━━ SUPPLIED DATA

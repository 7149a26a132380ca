/* bench_util.h - what the benchmark programs share: wall and CPU timers, peak memory, one child
 * process per measurement (so that getrusage's peak RSS and an alarm-based time limit belong to
 * that measurement alone), the record a child sends back through its pipe, strict integer
 * arguments, table checksums and the common row layout of the volume benchmarks.
 */
#ifndef PSIKAPPA_BENCH_UTIL_H
#define PSIKAPPA_BENCH_UTIL_H

#include <stdio.h>
#include <time.h>
#include <flint/fmpq.h>

/* Start points of one timed region on the monotonic and the process CPU clocks. */
typedef struct {
    struct timespec wall, cpu;
} bench_timer;

/* Wall seconds, CPU seconds (user + system, all threads) and peak resident MiB of one run. */
typedef struct {
    double wall, cpu, mib;
} bench_usage;

/* Outcome of bench_child_run.  text is everything the child wrote to its pipe, NUL-terminated,
   owned by this struct (bench_child_clear frees it); NULL when nothing could be read. */
typedef struct {
    int ran;        /* 1 when the child was started (pipe and fork succeeded) */
    int exited;     /* 1 when it exited normally; code is then its exit status */
    int code;
    int signaled;   /* 1 when a signal stopped it, e.g. SIGALRM at the time limit */
    char *text;
} bench_child_result;

/* Body of a child run: writes its record to out (NULL when run in-process) and returns 0 on
   success.  arg is the caller's, borrowed. */
typedef int (*bench_child_fn)(void *arg, FILE *out);

/* Starts the timer: reads the monotonic clock, then the process CPU clock.
   Monotonic, so that wall-clock adjustments cannot distort timings. */
void bench_timer_start(bench_timer *t);

/* Wall seconds since bench_timer_start(t).
   Reads the clock once; read it before bench_timer_cpu so the order matches the start. */
double bench_timer_wall(const bench_timer *t);

/* CPU seconds of this process (all threads) since bench_timer_start(t).
   On a shared machine this is steadier than wall time, which also measures the other load. */
double bench_timer_cpu(const bench_timer *t);

/* CPU seconds (user + system, from getrusage) this process has used since it started.
   For a child started by bench_child_run that is the child's own time. */
double bench_cpu_used(void);

/* Peak resident set size of this process in MiB.
   Linux reports ru_maxrss in KiB; meaningful per case only in a fresh child process. */
double bench_peak_mib(void);

/* Forks a child that runs fn(arg, out) with out the write end of a pipe, limit_s seconds of
   alarm (0: none), then exits 0 iff fn returned 0 and out was written; collects what it wrote. */
bench_child_result bench_child_run(bench_child_fn fn, void *arg, unsigned limit_s);

/* Runs fn(arg, .) in a child (its peak RSS then its own), or in this process if no child can be
   started (peak RSS then cumulative); what it writes to out is dropped.  Returns 0 on success. */
int bench_child_run_or_here(bench_child_fn fn, void *arg);

/* 1 when the child ran and exited with status 0.
   Anything else (no fork, signal, nonzero status) counts as failure. */
int bench_child_ok(const bench_child_result *c);

/* Frees c->text.
   c may be reused afterwards. */
void bench_child_clear(bench_child_result *c);

/* Writes u as the first line of a child's record, at full precision.
   Parsed back by bench_usage_read without loss. */
void bench_usage_write(FILE *out, const bench_usage *u);

/* Reads a line written by bench_usage_write at the start of text into *u.
   Returns the text after that line, or NULL when text is NULL or malformed. */
const char *bench_usage_read(bench_usage *u, const char *text);

/* num / den, or 0 when den is not positive.
   Sub-resolution timings can be 0; the ratio is then reported as 0 rather than inf. */
double bench_ratio(double num, double den);

/* *out = s when s is a whole decimal integer (as strtol reads it, no trailing text) in [lo, hi].
   Returns 1 on success, 0 otherwise (then *out is unchanged). */
int bench_arg_slong(slong *out, const char *s, slong lo, slong hi);

/* Sum of all numerators and denominators of v[0..n-1] modulo 2^61 - 1.
   Identical tables give identical checksums, so runs can be compared by one number. */
ulong bench_checksum_fmpq(const fmpq *v, slong n);

/* v = v / m!.
   Turns int kappa_1^m into the normalised volume's integrand int kappa_1^m / m!. */
void bench_div_factorial(fmpq_t v, ulong m);

/* Prints one row of a timed volume run: lead (the key columns), wall, CPU, peak MiB, primes,
   estimated single-core seconds, checksum, and "(error)" unless ok; flushes stdout. */
void bench_print_row(const char *lead, const bench_usage *u, slong primes, double est_s,
                     ulong checksum, int ok);

#endif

━━━━

Return a word-for-word copy of the lines above from the one holding "process in MiB." through the one holding "void bench_child_clear(bench_child_result *c);", with both of them included and nothing besides.

◆ ANSWER BELOW
/* Peak resident set size of this process in MiB.
   Linux reports ru_maxrss in KiB; meaningful per case only in a fresh child process. */
double bench_peak_mib(void);

/* Forks a child that runs fn(arg, out) with out the write end of a pipe, limit_s seconds of
   alarm (0: none), then exits 0 iff fn returned 0 and out was written; collects what it wrote. */
bench_child_result bench_child_run(bench_child_fn fn, void *arg, unsigned limit_s);

/* Runs fn(arg, .) in a child (its peak RSS then its own), or in this process if no child can be
   started (peak RSS then cumulative); what it writes to out is dropped.  Returns 0 on success. */
int bench_child_run_or_here(bench_child_fn fn, void *arg);

/* 1 when the child ran and exited with status 0.
   Anything else (no fork, signal, nonzero status) counts as failure. */
int bench_child_ok(const bench_child_result *c);

/* Frees c->text.
   c may be reused afterwards. */
void bench_child_clear(bench_child_result *c);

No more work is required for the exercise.